If Europe is building new detention camps, anyone who wishes to live in a free Europe has the responsibility to dismantle them.
Administrative detention of migrants is once again becoming the preferred strategy to handle illegalized mobility in Italy. In addition to its commitment to build a Center for Repatriation (CPR) in every single region in Italy, on November 6 last year the Meloni government signed an agreement with the Albanian government to build an Italian hotspot and detention facility for migrants on Albanian soil. This measure attempts to externalize the sovereignty of a European member state over a third country’s territory concerning immigration and border control. Although Rama and Meloni paint a positive picture of this cooperation, peppered with a language of brotherhood, the Italy-Albania agreement constitutes a clear violation of the principle of Albanian sovereignty and is yet another expression of neocolonial logic, evident in the way Italy dictates control over Albania’s territories.Although such a model has been tested elsewhere, such as Australia’s Pacific Solution, it represents an unprecedented deal in border infrastructure in Europe.
This agreement has been welcomed by various EU representatives as well as other member states, well representing a trend across Europe, and beyond, with regards to the control of irregular mobility: dismantling the right to asylum, externalizing, and militarizing borders. From Italy to Albania, from Hungary to the Netherlands, from Germany to Poland, an extreme right-wing wind is blowing, whose primary objective is the criminalisation of racialized people on the move.

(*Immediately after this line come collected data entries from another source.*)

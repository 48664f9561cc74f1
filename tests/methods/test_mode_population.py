"""Population modes found from all responses together: close pairs, crossings, lots, losses."""

import numpy as np
import pytest

from identkit.methods import mode_population
from identkit.methods.mode_density import density_centres, split_by_density
from identkit.methods.mode_population import find_population_modes
from identkit.methods.mode_template import ModeTable
from identkit.methods.shifted_modes import pair_shifted_modes

UNPAIRED_COST = 10.0
FREQUENCY = np.array([800.0, 2000.0, 2060.0, 3300.0, 3430.0, 6000.0])  # pairs 3 % and 4 % apart
DAMPING = np.array([0.02, 0.010, 0.013, 0.02, 0.015, 0.01])
RESIDUE = np.array([1.0, 2.0, -1.5, 3.0, 2.0, -4.0])
HEAD_SIGN = np.array([[1, 1, 1, 1, 1, 1], [1, -1, 1, 1, -1, 1]])


def invented_table(
    rng,
    *,
    units=20,
    unit_spread=0.006,
    slope=(-2e-4,) * 6,
    temperatures=(10.0, 25.0, 50.0),
    missing=0.0,
    extra=0.0,
    lot_shift=0.0,
):
    """Return a table and, beside it, the true mode (or -1) of every entry."""
    rows, truth, labels = [], [], []
    for unit in range(units):
        of_unit = np.exp(unit_spread * rng.normal(size=6))
        for head in range(2):
            for temperature in temperatures:
                lot = unit % 4
                frequency = FREQUENCY * of_unit * np.exp(np.array(slope) * (temperature - 25.0))
                frequency[3] *= 1.0 + (lot_shift if lot == 2 else 0.0)
                frequency = frequency * np.exp(2e-4 * rng.normal(size=6))
                damping = DAMPING * np.exp(0.1 * rng.normal(size=6))
                residue = RESIDUE * HEAD_SIGN[head] * np.exp(0.08 * rng.normal(size=6))
                entry = np.array([frequency, damping, residue, np.arange(6)])
                entry = entry[:, rng.uniform(size=6) >= missing]
                if rng.uniform() < extra:
                    noise = [rng.uniform(500.0, 8000.0), 0.01, 0.1 * rng.normal(), -1]
                    entry = np.column_stack([entry, noise])
                entry = entry[:, np.argsort(entry[0])]
                rows.append(entry[:3])
                truth.append(entry[3])
                labels.append((temperature, head, lot))
    return _padded(rows, truth, np.array(labels))


def _padded(rows, truth, labels):
    most = max(row.shape[1] for row in rows)
    values = np.full((len(rows), 3, most), np.nan)
    true = np.full((len(rows), most), -2)
    for i, (row, name) in enumerate(zip(rows, truth, strict=True)):
        values[i, :, : row.shape[1]] = row
        true[i, : len(name)] = name
    zeros = np.zeros(values[:, 0].shape)
    table = ModeTable(
        np.log(values[:, 0]),
        np.log(values[:, 1]),
        values[:, 2, :, None],
        zeros + 2e-4,
        zeros + 0.02,
        zeros[:, :, None] + 0.02,
        labels[:, 0],
        labels[:, 1].astype(int),
        labels[:, 2].astype(int),
        2,
        4,
    )
    return table, true


def wrong_names(assigned, truth):
    """Return how many true modes have another's name and how many have none."""
    real = truth >= 0
    return int((real & (assigned >= 0) & (assigned != truth)).sum()), int(
        (real & (assigned < 0)).sum()
    )


@pytest.mark.parametrize("seed", range(5))
def test_close_pairs_with_sign_changes_are_never_swapped(seed):
    table, truth = invented_table(np.random.default_rng(seed), missing=0.05, extra=0.3)
    template, assigned = find_population_modes(table, share=0.5, unpaired_cost=UNPAIRED_COST)
    # the median of 20 units spread by 0.6 % is known to 0.17 % (one sigma)
    assert np.exp(template.log_frequency) == pytest.approx(FREQUENCY, rel=0.006)
    wrong, unnamed = wrong_names(assigned, truth)
    assert wrong == 0
    assert unnamed <= 3  # of about 680
    # a true extra is named only where the mode it stands for was lost nearby
    assert ((truth == -1) & (assigned >= 0)).sum() <= 2


@pytest.mark.parametrize("seed", range(5))
def test_modes_that_cross_with_temperature_keep_their_names(seed):
    # 2000 falls and 2060 rises: they stand in the other order at the coldest temperature
    slope = (-2e-4, -8e-4, 8e-4, -2e-4, -2e-4, -2e-4)
    table, truth = invented_table(
        np.random.default_rng(seed), slope=slope, temperatures=(-15.0, 10.0, 25.0, 50.0)
    )
    template, assigned = find_population_modes(table, share=0.5, unpaired_cost=UNPAIRED_COST)
    assert wrong_names(assigned, truth) == (0, 0)
    assert template.frequency_slope == pytest.approx(slope, abs=4e-5)
    cold = table.temperature < -10.0
    first = np.nanmean(np.where(truth[cold] == 1, table.log_frequency[cold], np.nan))
    second = np.nanmean(np.where(truth[cold] == 2, table.log_frequency[cold], np.nan))
    assert first > second  # the crossing is really there


def test_a_campaign_larger_than_the_sample_is_named_whole(monkeypatch):
    monkeypatch.setattr(mode_population, "_MOST_RESPONSES", 40)
    table, truth = invented_table(np.random.default_rng(7), missing=0.05, extra=0.3)
    _, assigned = find_population_modes(table, share=0.5, unpaired_cost=UNPAIRED_COST)
    wrong, unnamed = wrong_names(assigned, truth)
    assert wrong == 0
    assert unnamed <= 3


@pytest.mark.parametrize("shift", [0.03, -0.03, 0.06])
def test_a_mode_shifted_in_one_lot_keeps_its_name(shift):
    table, truth = invented_table(np.random.default_rng(1), lot_shift=shift)
    _, assigned = find_population_modes(table, share=0.5, unpaired_cost=UNPAIRED_COST)
    wrong, unnamed = wrong_names(assigned, truth)
    assert (wrong, unnamed) == (0, 0)


def test_a_tight_population_over_a_wide_temperature_range_is_not_split():
    # the frequencies at one temperature agree to 0.1 %, and temperature moves them by 12 %
    table, truth = invented_table(
        np.random.default_rng(2),
        unit_spread=0.001,
        slope=(-6e-4,) * 6,
        temperatures=(-60.0, -20.0, 25.0, 70.0, 125.0),
    )
    template, assigned = find_population_modes(table, share=0.5, unpaired_cost=UNPAIRED_COST)
    assert len(template.log_frequency) == 6
    assert wrong_names(assigned, truth) == (0, 0)


def test_a_mode_seen_too_rarely_is_not_one_of_the_population():
    table, truth = invented_table(np.random.default_rng(3))
    rare = (truth == 5) & (np.arange(len(truth)) % 3 > 0)[:, None]
    hidden = {
        name: np.where(rare if value.ndim == 2 else rare[:, :, None], np.nan, value)
        for name, value in vars(table).items()
        if getattr(value, "ndim", 0) > 1
    }
    fewer = ModeTable(**(vars(table) | hidden))
    template, assigned = find_population_modes(fewer, share=0.5, unpaired_cost=UNPAIRED_COST)
    assert len(template.log_frequency) == 5
    assert (assigned[(truth == 5) & ~rare] == -1).all()
    more, _ = find_population_modes(fewer, share=0.3, unpaired_cost=UNPAIRED_COST)
    assert len(more.log_frequency) == 6


def test_the_unit_of_frequency_and_residue_does_not_matter():
    table, _ = invented_table(np.random.default_rng(4), missing=0.05, extra=0.3)
    kilo = ModeTable(
        **(
            vars(table)
            | {
                "log_frequency": table.log_frequency - np.log(1e3),
                "residue": 1e-9 * table.residue,
                "residue_error": 1e-9 * table.residue_error,
            }
        )
    )
    _, one = find_population_modes(table, share=0.5, unpaired_cost=UNPAIRED_COST)
    _, other = find_population_modes(kilo, share=0.5, unpaired_cost=UNPAIRED_COST)
    assert (one == other).mean() > 0.999


def test_a_far_shift_is_paired_only_when_it_can_be_nothing_else():
    table, truth = invented_table(np.random.default_rng(5))
    moved = table.log_frequency.copy()
    moved[0, truth[0] == 5] -= 0.09
    moved[1, truth[1] == 5] -= 0.09
    residue = table.residue.copy()
    residue[1, truth[1] == 5] *= -1.0
    broken = ModeTable(**(vars(table) | {"log_frequency": moved, "residue": residue}))
    template, assigned = find_population_modes(broken, share=0.5, unpaired_cost=UNPAIRED_COST)
    assert assigned[0, truth[0] == 5] == -1
    named, shifted = pair_shifted_modes(broken, template, assigned)
    assert named[0, truth[0] == 5] == 5
    assert shifted[0].sum() == 1
    assert named[1, truth[1] == 5] == -1  # the residue has the other sign
    assert not shifted[2:].any()


def test_density_splits_only_at_empty_places():
    position = np.array([0.0, 0.001, 0.002, 0.1, 0.101])
    assert split_by_density(position, 0.004, 0.2).tolist() == [0, 0, 0, 1, 1]
    assert split_by_density(position, 0.1, 0.2).tolist() == [0] * 5
    assert split_by_density(np.zeros(0), 0.1, 0.2).size == 0


def test_density_counts_modes_that_overlap():
    rng = np.random.default_rng(6)
    first = 0.01 * rng.normal(size=200)
    second = first + 0.02 + 0.001 * rng.normal(size=200)
    owner = np.tile(np.arange(200), 2)
    centres = density_centres(np.concatenate([first, second]), owner, 200, 0.004, 0.3)
    assert centres == pytest.approx([0.0, 0.02], abs=0.003)


@pytest.mark.parametrize(("spread", "seed"), [(0.03, 0), (0.07, 0), (0.07, 2)])
def test_a_mode_without_errors_that_nearly_all_responses_show_is_found(spread, seed):
    """As of an ear heard from 72 directions: one mode within some per cent, no standard errors.

    A second fitted mode stands anywhere, and eight responses show nothing of the first.
    """
    rng = np.random.default_rng(seed)
    responses = 72
    first = 2200.0 * np.exp(spread * rng.normal(size=responses))
    first[::10] = np.nan
    second = rng.uniform(1200.0, 3900.0, responses)
    frequency = np.column_stack([first, second])
    damping = np.column_stack(
        [0.1 * np.exp(0.15 * rng.normal(size=responses)), rng.uniform(0.1, 0.5, responses)]
    )
    residue = np.column_stack(
        [np.exp(0.3 * rng.normal(size=responses)), rng.normal(size=responses)]
    )
    unknown = np.zeros((responses, 2))
    none = np.zeros(responses, dtype=int)
    table = ModeTable(
        np.log(frequency),
        np.log(damping),
        residue[:, :, None],
        unknown,
        unknown,
        unknown[:, :, None],
        none.astype(float),
        none,
        none,
        1,
        1,
    )
    template, assigned = find_population_modes(table, share=0.5, unpaired_cost=UNPAIRED_COST)
    assert len(template.log_frequency) == 1
    assert abs(template.log_frequency[0] - np.log(2200.0)) < 0.02
    assert (assigned[np.isfinite(first), 0] == 0).mean() > 0.9


@pytest.mark.parametrize("units", [2, 3])
def test_a_few_units_one_per_cent_apart_share_their_modes(units):
    rng = np.random.default_rng(units)
    table, _ = invented_table(rng, units=units, unit_spread=0.012, temperatures=(25.0,))
    one_head = table.rows(table.head == 0)
    template, assigned = find_population_modes(one_head, share=0.5, unpaired_cost=UNPAIRED_COST)
    assert len(template.log_frequency) == 6
    assert (np.sort(assigned, axis=1) == np.arange(6)).all()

On the ground of this agreement, however, a rift has opened up between the executive and judicial powers both at Italian and European levels concerning the definition of “safe countries”, on which the legitimisation of the system of accelerated border and deportation practices is based. The Italian government thus defines countries such as Tunisia, Egypt, or Bangladesh as “safe”, to name just a few, ignoring the evident conditions of oppression that various segments of the population endure in these places. The current clash between institutions shows the political space that has opened up, which we must be able to occupy in order to propose, defend, and shape more democratic mechanisms for managing migration within and towards Europe.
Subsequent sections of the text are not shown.